[Dataset entries]
* * * * *

import { createHash } from 'node:crypto';
import type { Page } from 'playwright-core';
import { describe, expect, it } from 'vitest';
import { containsText, countIs, shows } from './support/page-expect';
import { useBrowserSession } from './support/session';

/*
 * Review as a controlled act, in Debian's Chromium against the built client and
 * the real server with the demo lab: the reviewer's queue, the approve dialog
 * with what is signed and the reason it asks for, the returned reason at the
 * top of the author's editor, evidence, and a save over a newer version that
 * keeps the other person's change. Screenshots go to tests/.artifacts/screenshots.
 */

const { app, pageAs, shot, checkAccessibility } = useBrowserSession('review');

/** A minimal PDF, enough for the server's content sniffing. */
const PDF = Buffer.from('%PDF-1.4\n1 0 obj<</Type/Catalog>>endobj\ntrailer<</Root 1 0 R>>\n%%EOF\n', 'latin1');

async function openBudget(page: Page, title: RegExp): Promise<number> {
  await page.goto(`${app.baseUrl}/budgets`);
  await page.getByRole('link', { name: title }).first().click();
  await page.waitForURL(/\/budgets\/\d+$/);
  return Number(/\/budgets\/(\d+)/.exec(page.url())?.[1]);
}

async function saveVersion(page: Page, note: string): Promise<void> {
  await page.getByRole('button', { name: 'Save version…' }).click();
  const dialog = page.getByRole('dialog', { name: /Save a new version/ });
  await dialog.getByLabel('Change note').fill(note);
  await dialog.getByRole('button', { name: 'Save version' }).click();
}

describe('review and approval as a controlled act', () => {
  it('queue → return with a reason the author sees → evidence → submit over open threads → approve with a reason', async () => {
    const title = /Gauge block 50 mm by mechanical comparison/;
    const author = await pageAs('metrologist@dubito.example');
    const id = await openBudget(author, title);
    await author.getByRole('button', { name: 'Submit for review' }).click();
    await shows(author.getByText('In review'));

    // the reviewer's home page lists it
    const reviewer = await pageAs('reviewer@dubito.example');
    await reviewer.goto(`${app.baseUrl}/budgets`);
    const queue = reviewer.getByTestId('review-queue');
    await shows(queue.getByRole('link', { name: title }));
    await shot(reviewer, 'queue');
    await queue.getByRole('link', { name: title }).click();
    await reviewer.waitForURL(new RegExp(`/budgets/${id}$`));

    await reviewer.getByLabel('New comment on the budget').fill('Attach the comparator calibration certificate.');
    await reviewer.getByRole('button', { name: 'Add comment' }).click();
    await shows(reviewer.getByText('Attach the comparator calibration certificate.'));
    await reviewer.getByRole('button', { name: 'Return to author' }).click();
    const back = reviewer.getByRole('dialog', { name: /Return version 1/ });
    await back.getByLabel('Why is it returned?').fill('The evidence for the reference gauge block is missing.');
    await checkAccessibility(reviewer, 'the return dialog');
    await back.getByRole('button', { name: 'Send back' }).click();
    await shows(reviewer.getByText('Returned').first());

    // the author sees who returned it and why, at the top of the editor
    await author.goto(`${app.baseUrl}/budgets/${id}`);
    const notice = author.getByTestId('returned-notice');
    await containsText(notice, /Returned to draft by Ilse Varga/);
    await containsText(notice, 'The evidence for the reference gauge block is missing.');

    // evidence for one input, with its SHA-256
    const evidence = author.getByTestId('evidence-panel');
    await evidence.getByLabel('File (PDF, PNG, JPEG, WebP)').setInputFiles({ name: 'KF-GB-ref certificate.pdf', mimeType: 'application/pdf', buffer: PDF });
    const symbol = (await evidence.getByLabel('Supports').locator('option').nth(1).getAttribute('value'))!;
    await evidence.getByLabel('Supports').selectOption(symbol);
    await evidence.getByRole('button', { name: 'Attach evidence' }).click();
    await shows(evidence.getByRole('link', { name: 'KF-GB-ref certificate.pdf' }));
    await containsText(evidence.getByText(/^SHA-256 /), `SHA-256 ${createHash('sha256').update(PDF).digest('hex')}`);
    await shot(author, 'returned-and-evidence');
    await evidence.scrollIntoViewIfNeeded();
    await shot(evidence, 'evidence-panel');

    // submitting with open threads lists them first
    await author.getByRole('button', { name: 'Submit for review' }).click();
    const warn = author.getByRole('dialog', { name: /open comment thread/ });
    await shows(warn.getByText('Attach the comparator calibration certificate.'));
    await shows(warn.getByText('The evidence for the reference gauge block is missing.'));
    await shot(author, 'submit-open-threads');
    await warn.getByRole('button', { name: 'Submit anyway' }).click();
    await shows(author.getByText('In review'));

    // the approve dialog shows what is signed and asks why
    await reviewer.goto(`${app.baseUrl}/budgets/${id}`);
    await reviewer.getByRole('button', { name: 'Approve' }).click();
    const sign = reviewer.getByRole('dialog', { name: /Approve version 1/ });
    await shows(sign.getByTestId('signing-brief'));
    await shows(sign.getByTestId('open-threads').getByText('Attach the comparator calibration certificate.'));
    await containsText(sign.getByTestId('signing-statement'), /^L = \(50\.\d+ ± 0\.\d+\) mm/);
    await containsText(sign.getByTestId('signing-verdict'), /Monte Carlo/);
    await shows(sign.getByText('KF-GB-ref certificate.pdf'));
    await containsText(sign.getByTestId('signing-meaning'), /ISO\/IEC 17025/);
    await sign.getByLabel('Your password (signature)').fill('dubito-demo');
    await sign.getByRole('button', { name: 'Sign and approve' }).click();
    await shows(sign.getByText(/Say why you sign despite the points above/));
    await shot(reviewer, 'approve-dialog');
    await sign.getByLabel(/Why do you approve although 2 comment threads are still open/).fill('The certificate is attached; the threads are answered by it.');
    await sign.getByRole('button', { name: 'Sign and approve' }).click();
    await shows(reviewer.getByText('Approved').first());
    await containsText(reviewer.getByTestId('review-decisions'), 'The certificate is attached; the threads are answered by it.');
    const history = reviewer.getByTestId('review-decisions');
    await history.scrollIntoViewIfNeeded();
    await shot(history, 'approved-history');

    const stored = await reviewer.evaluate(async (budgetId) => (await fetch(`/api/budgets/${budgetId}/review`)).json(), id);
    expect(stored.status).toBe('approved');
    expect(stored.decisions.map((d: { decision: string; reason: string }) => [d.decision, d.reason])).toEqual([
      ['returned', 'The evidence for the reference gauge block is missing.'],
      ['approved', 'The certificate is attached; the threads are answered by it.'],
    ]);
  }, 240_000);

  it('saving over a newer version shows their change beside mine and keeps it', async () => {
    const title = /Industrial Pt100 probe at 100 °C/;
    const mine = await pageAs('metrologist@dubito.example');
    const theirs = await pageAs('metrologist@dubito.example');
    const id = await openBudget(mine, title);
    await theirs.goto(`${app.baseUrl}/budgets/${id}`);

    const newTitle = 'Industrial Pt100 probe at 100 °C in stirred bath KF-BATH2, serial 4411';
    await theirs.getByLabel('Title').fill(newTitle);
    await saveVersion(theirs, 'serial number in the title');
    await shows(theirs.getByText('Saved as version 2.'));

    const description = mine.getByRole('region', { name: 'Measurand' }).getByLabel('Description');
    await description.fill('resistance of the probe at the bath temperature');
    await saveVersion(mine, 'measurand described');
    const conflict = mine.getByRole('dialog', { name: 'Someone saved this budget meanwhile' });
    const row = conflict.getByTestId('merge-change');
    await countIs(row, 1);
    await containsText(row, /title/);
    await containsText(row, newTitle);
    await shot(mine, 'conflict-dialog');
    await conflict.getByRole('button', { name: 'Save the merge as v3' }).click();
    await shows(mine.getByText('Saved as version 3.'));

    const stored = await mine.evaluate(async (budgetId) => (await fetch(`/api/budgets/${budgetId}`)).json(), id);
    expect(stored.currentVersion).toBe(3);
    expect(stored.document.title).toBe(newTitle);
    expect(stored.document.measurand.description).toBe('resistance of the probe at the bath temperature');
  }, 180_000);

  it('one edit turns Save on once, when its own recompute answers, even while the first live recompute is slow', async () => {
    const page = await pageAs('metrologist@dubito.example');
    // the live worker's script is held back, so the first recompute cannot answer before the edit is rendered
    let release!: () => void;
    const held = new Promise<void>((resolve) => (release = resolve));
    await page.route(/live\.worker/, async (route) => {
      await held;
      await route.continue();
    });
    await openBudget(page, /Industrial Pt100 probe at 100 °C/);
    const save = page.getByRole('button', { name: 'Save version…' });
    await save.evaluate((button) => {
      const seen = [(button as HTMLButtonElement).disabled ? 'off' : 'on'];
      (window as unknown as { saveStates: string[] }).saveStates = seen;
      new MutationObserver(() => seen.push((button as HTMLButtonElement).disabled ? 'off' : 'on')).observe(button, { attributes: true, attributeFilter: ['disabled'] });
    });
    await page.getByLabel('Title').fill('Industrial Pt100 probe at 100 °C, edited');
    // the edit is rendered and its recompute waits for the worker
    await expect.poll(() => save.getAttribute('title')).toBe('Fix the problems shown first');
    release();
    // the worker's code arrives and computes first: on a busy machine that takes longer than the poll's default second
    await expect.poll(() => save.isEnabled(), { timeout: 20_000 }).toBe(true);
    expect(await page.evaluate(() => (window as unknown as { saveStates: string[] }).saveStates)).toEqual(['off', 'on']);
  }, 120_000);

  it('a role change asks for confirmation and a reason before anything is sent', async () => {
    const admin = await pageAs('admin@dubito.example');
    await admin.goto(`${app.baseUrl}/admin/users`);
    const row = admin.getByTestId('user-trainee@dubito.example');
    await row.getByLabel('Role of Nia Castell').selectOption('metrologist');
    const confirm = admin.getByRole('dialog', { name: 'Change the role of Nia Castell' });
    await containsText(confirm, /from trainee to metrologist/);
    await confirm.getByRole('button', { name: 'Make metrologist' }).click();
    await shows(confirm.getByText('say why the role or the access changes; the reason goes into the audit trail'));
    await shot(admin, 'role-change-dialog');
    await confirm.getByRole('button', { name: 'Cancel' }).click();
    await countIs(admin.getByRole('dialog', { name: 'Change the role of Nia Castell' }), 0);
    expect(await row.getByLabel('Role of Nia Castell').inputValue()).toBe('trainee');
    const users = await admin.evaluate(async () => (await fetch('/api/users')).json());
    expect(users.find((u: { email: string }) => u.email === 'trainee@dubito.example').role).toBe('trainee');

    await row.getByRole('button', { name: 'Deactivate Nia Castell' }).click();
    await shows(admin.getByRole('dialog', { name: 'Deactivate Nia Castell' }).getByLabel('Reason (kept in the audit trail)'));
  }, 120_000);
});
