/** The filed report of one version, from the result model: what the PDF prints, on screen and in print. */
export function ReportDocument({
  model: m,
  facts,
  histogram,
  renderBudgetTable,
  evidence,
}: {
  model: ResultModel;
  facts: ReportFacts;
  histogram?: { bins: HistogramBins; gum: [number, number]; mc: [number, number] };
  renderBudgetTable: RenderBudgetTable;
  evidence: readonly EvidenceFile[];
}) {
  const f = m.reported;
  const unit = m.measurand.unit;
  const u = (x: Figure) => withUnit(x, unit).text;
  const mc = m.monteCarlo;
  const draft = isUnapproved(facts.status);
  return (
    <article className="report relative flex flex-col gap-5" data-testid="report-document">
      {draft ? (
        <div aria-hidden className="report-draft-mark pointer-events-none fixed inset-0 z-10 flex items-center justify-center overflow-hidden print:fixed">
          <span className="-rotate-[32deg] select-none whitespace-nowrap text-[64px] font-bold tracking-wide text-caution-700 opacity-[0.08]">{DRAFT_MARK}</span>
        </div>
      ) : null}
      <header className="flex flex-col gap-3 border-b-2 border-stone-900 pb-3">
        <div className="flex items-start justify-between gap-4">
          <div>
            <p className="text-xs font-semibold uppercase tracking-widest text-stone-700">{facts.lab}</p>
            <h1 className="text-2xl font-semibold tracking-tight">{facts.title}</h1>
            <p className="text-sm text-stone-700">
              Measurand <span className="num">{m.measurand.symbol}</span>
              {unit.text ? ` in ${unit.text}` : ' (dimensionless)'}
              {m.measurand.description ? ` — ${m.measurand.description}` : ''}
            </p>
          </div>
          <StatusBadge status={facts.status} testId="report-status" />
        </div>
        <dl className="grid grid-cols-[8.5rem_1fr_8.5rem_1fr] gap-x-3 gap-y-0.5 text-xs">
          <Row label="Budget and version">
            <span className="num">
              budget {facts.budgetId}, version {facts.version}
              {facts.latest !== facts.version ? ` (latest is ${facts.latest})` : ' (latest)'}
            </span>
          </Row>
          <Row label="Procedure">{facts.procedure ?? '—'}</Row>
          <Row label="Saved by">
            {facts.author}, {facts.savedAt}
          </Row>
          <Row label="Equipment">{facts.equipment.length ? <span className="num">{facts.equipment.join(', ')}</span> : '—'}</Row>
          <Row label="Approved by">{facts.reviewer && facts.approvedAt ? `${facts.reviewer}, ${facts.approvedAt}` : 'not approved'}</Row>
          <Row label="Environment">{facts.environment ?? '—'}</Row>
          <Row label="Change note">{facts.note || '—'}</Row>
          <Row label="Coverage probability">
            <span className="num">{f.coverageProbability.text}</span>
          </Row>
          <Row label="Engine">
            <span className="num">{facts.engineVersion}</span>
          </Row>
          <Row label="Monte Carlo">{mc ? `${mc.heading}, seed ${mc.seed}` : 'not run'}</Row>
          <Row label="Document SHA-256">
            <span className="num break-all text-[10px]">{facts.documentSha256}</span>
          </Row>
        </dl>
      </header>

      {draft ? (
        <p className="rounded-md border-2 border-caution-500 bg-caution-50 px-3 py-2 text-sm font-semibold text-caution-700">⚠ {DRAFT_MARK}: this version has not been signed by a reviewer.</p>
      ) : null}

      <section aria-labelledby="rep-result" className="break-inside-avoid">
        <h2 id="rep-result" className="mb-1 text-base font-semibold">
          1 Result
        </h2>
        <div className="rounded-md border-l-4 border-accent-600 bg-stone-50 px-3 py-2">
          <p className="text-sm leading-relaxed" data-testid="report-statement">
            {m.statement.text}
          </p>
          <dl className="num mt-2 grid grid-cols-[auto_1fr_auto_1fr] gap-x-3 gap-y-0.5 border-t border-stone-300 pt-1 text-sm sm:grid-cols-[auto_1fr_auto_1fr_auto_1fr] [&_dd]:whitespace-nowrap" data-testid="report-figures">
            <Row label={m.measurand.symbol}>{u(f.estimate)}</Row>
            <Row label="u_c">{u(f.standardUncertainty)}</Row>
            <Row label="ν_eff">{f.effectiveDof.text}</Row>
            {f.coverageFactor ? <Row label="k">{f.coverageFactor.text}</Row> : null}
            <Row label="U">{u(f.expandedUncertainty)}</Row>
            <Row label="p">{f.coverageProbability.text}</Row>
          </dl>
          <p className="mt-1 text-xs text-stone-600">U from {f.basisWords}.</p>
          {f.notes.map((n) => (
            <p key={n} className="mt-1 text-xs font-medium text-caution-700">
              ⚠ {n}
            </p>
          ))}
        </div>
        {f.secondOrder ? <p className="mt-1 text-xs text-stone-700">With the second-order terms of the Taylor series (GUM 5.1.2, note) the combined standard uncertainty is {u(f.secondOrder)}.</p> : null}
      </section>

      <section aria-labelledby="rep-model" className="break-inside-avoid">
        <h2 id="rep-model" className="mb-1 text-base font-semibold">
          2 Measurement model
        </h2>
        <div className="grid gap-x-6 rounded-md bg-stone-50 px-3 py-2 sm:grid-cols-[minmax(0,3fr)_minmax(0,2fr)]">
          <pre className="num whitespace-pre-wrap text-sm">{m.model.text}</pre>
          {m.model.intermediates.length ? (
            <ul className="num text-sm text-stone-600">
              {m.model.intermediates.map((q) => (
                <li key={q.symbol}>
                  {q.symbol} = {q.value.text}
                </li>
              ))}
            </ul>
          ) : null}
        </div>
        {m.constants.length ? (
          <ul className="mt-1 text-xs text-stone-700">
            {m.constants.map((k) => (
              <li key={k.text}>{k.text}</li>
            ))}
          </ul>
        ) : null}
      </section>

      <section aria-labelledby="rep-budget">
        <h2 id="rep-budget" className="mb-1 text-base font-semibold">
          3 Uncertainty budget and ranked contributions
        </h2>
        <div className="report-table flex flex-col gap-3">{renderBudgetTable(m)}</div>
        <p className="mt-1 text-xs text-stone-600">{m.budget.method.text}</p>
      </section>

      {mc ? (
        <section aria-labelledby="rep-mc" className="break-inside-avoid">
          <h2 id="rep-mc" className="mb-1 text-base font-semibold">
            4 Monte Carlo propagation of distributions (JCGM 101:2008)
          </h2>
          <table className="w-full text-sm" data-testid="report-monte-carlo">
            <caption className="sr-only">GUM and Monte Carlo figures side by side</caption>
            <thead className="text-xs">
              <tr className="border-b border-stone-300">
                <th className="py-1 text-left font-normal text-stone-600">{unit.text ? `values in ${unit.text}` : 'dimensionless values'}</th>
                <th className="py-1 text-right font-semibold">GUM</th>
                <th className="py-1 text-right font-semibold">Monte Carlo ({mc.heading})</th>
              </tr>
            </thead>
            <tbody className="num">
              {mc.rows.map((r) => (
                <tr key={r.label} className="border-b border-stone-100">
                  <th scope="row" className="py-0.5 text-left font-sans font-normal text-stone-700">
                    {r.label}
                  </th>
                  <td className="py-0.5 text-right">{r.gum ? r.gum.text : '—'}</td>
                  <td className="py-0.5 text-right">{r.monteCarlo.text}</td>
                </tr>
              ))}
            </tbody>
          </table>
          {mc.stability ? <p className="mt-1 text-xs text-stone-700">{mc.stability}</p> : null}
          {m.validation ? (
            <p className={`mt-2 text-sm ${m.validation.tone === 'warning' ? 'text-caution-700' : 'text-stone-800'}`} data-testid="report-verdict">
              <span className="font-semibold">{m.validation.headline}</span> {m.validation.detail.text}
            </p>
          ) : null}
          {histogram ? <Histogram h={histogram.bins} gum={histogram.gum} mc={histogram.mc} unit={unit.text} place={mc.place} /> : null}
        </section>
      ) : null}

      {m.warnings.length ? (
        <section aria-labelledby="rep-warn" className="break-inside-avoid">
          <h2 id="rep-warn" className="mb-1 text-base font-semibold">
            Warnings
          </h2>
          <ul className="ml-4 list-disc text-sm text-caution-700">
            {m.warnings.map((w, i) => (
              <li key={i}>{w}</li>
            ))}
          </ul>
        </section>
      ) : null}

      <section aria-labelledby="rep-evidence">
        <h2 id="rep-evidence" className="mb-1 text-base font-semibold">
          Evidence
        </h2>
        <EvidenceList files={evidence} />
      </section>

      <section aria-labelledby="rep-sign" className="break-inside-avoid">
        <h2 id="rep-sign" className="sr-only">
          Signatures
        </h2>
        <p className="rounded-md border border-stone-300 px-3 py-2 text-xs text-stone-800">{m.caution}</p>
        <div className="grid grid-cols-2 gap-8 pt-6 text-xs">
          {[
            ['Prepared by', facts.author, facts.savedAt],
            ['Approved by', facts.reviewer ?? '', facts.approvedAt ? `${facts.approvedAt} (signed with password)` : ''],
          ].map(([role, who, when]) => (
            <div key={role}>
              <div className="h-10 border-b border-stone-900" />
              <p className="mt-1 font-semibold">{role}</p>
              <p>{who || 'name'}</p>
              <p className="text-stone-600">{when || 'date'}</p>
            </div>
          ))}
        </div>
      </section>

      {m.observations.length || m.correlations ? (
        <section aria-labelledby="rep-appendix" className="break-before-page">
          <h2 id="rep-appendix" className="mb-1 text-base font-semibold">
            Appendix
          </h2>
          {m.observations.map((o) => (
            <div key={o.symbol} className="mb-2 break-inside-avoid text-sm">
              <p className="font-semibold">
                <span className="num">{o.symbol}</span>
                {o.unit.text ? ` in ${o.unit.text}` : ''}, {o.values.length} readings
              </p>
              <p className="num text-stone-800">{o.values.map((v) => v.text).join(',  ')}</p>
            </div>
          ))}
          {m.correlations ? (
            <table className="num mt-2 break-inside-avoid text-sm" data-testid="report-correlations">
              <caption className="mb-1 text-left font-sans font-semibold">Correlation coefficients r(xᵢ, xⱼ)</caption>
              <thead>
                <tr>
                  <th>
                    <span className="sr-only">Input</span>
                  </th>
                  {m.correlations.symbols.map((s) => (
                    <th key={s} className="px-2 text-right">
                      {s}
                    </th>
                  ))}
                </tr>
              </thead>
              <tbody>
                {m.correlations.matrix.map((row, i) => (
                  <tr key={i}>
                    <th scope="row" className="pr-2 text-left">
                      {m.correlations!.symbols[i]}
                    </th>
                    {row.map((f, j) => (
                      <td key={j} className={`px-2 text-right ${i === j ? 'text-stone-400' : ''}`}>
                        {f.text}
                      </td>
                    ))}
                  </tr>
                ))}
              </tbody>
            </table>
          ) : null}
        </section>
      ) : null}
    </article>
  );
}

* * * * *

→ Your objective: The lines running from the start of the data through the one that contains "newer version that" should be reproduced exactly, and only those.

→ Result for this task:
import { createHash } from 'node:crypto';
import type { Page } from 'playwright-core';
import { describe, expect, it } from 'vitest';
import { containsText, countIs, shows } from './support/page-expect';
import { useBrowserSession } from './support/session';

/*
 * Review as a controlled act, in Debian's Chromium against the built client and
 * the real server with the demo lab: the reviewer's queue, the approve dialog
 * with what is signed and the reason it asks for, the returned reason at the
 * top of the author's editor, evidence, and a save over a newer version that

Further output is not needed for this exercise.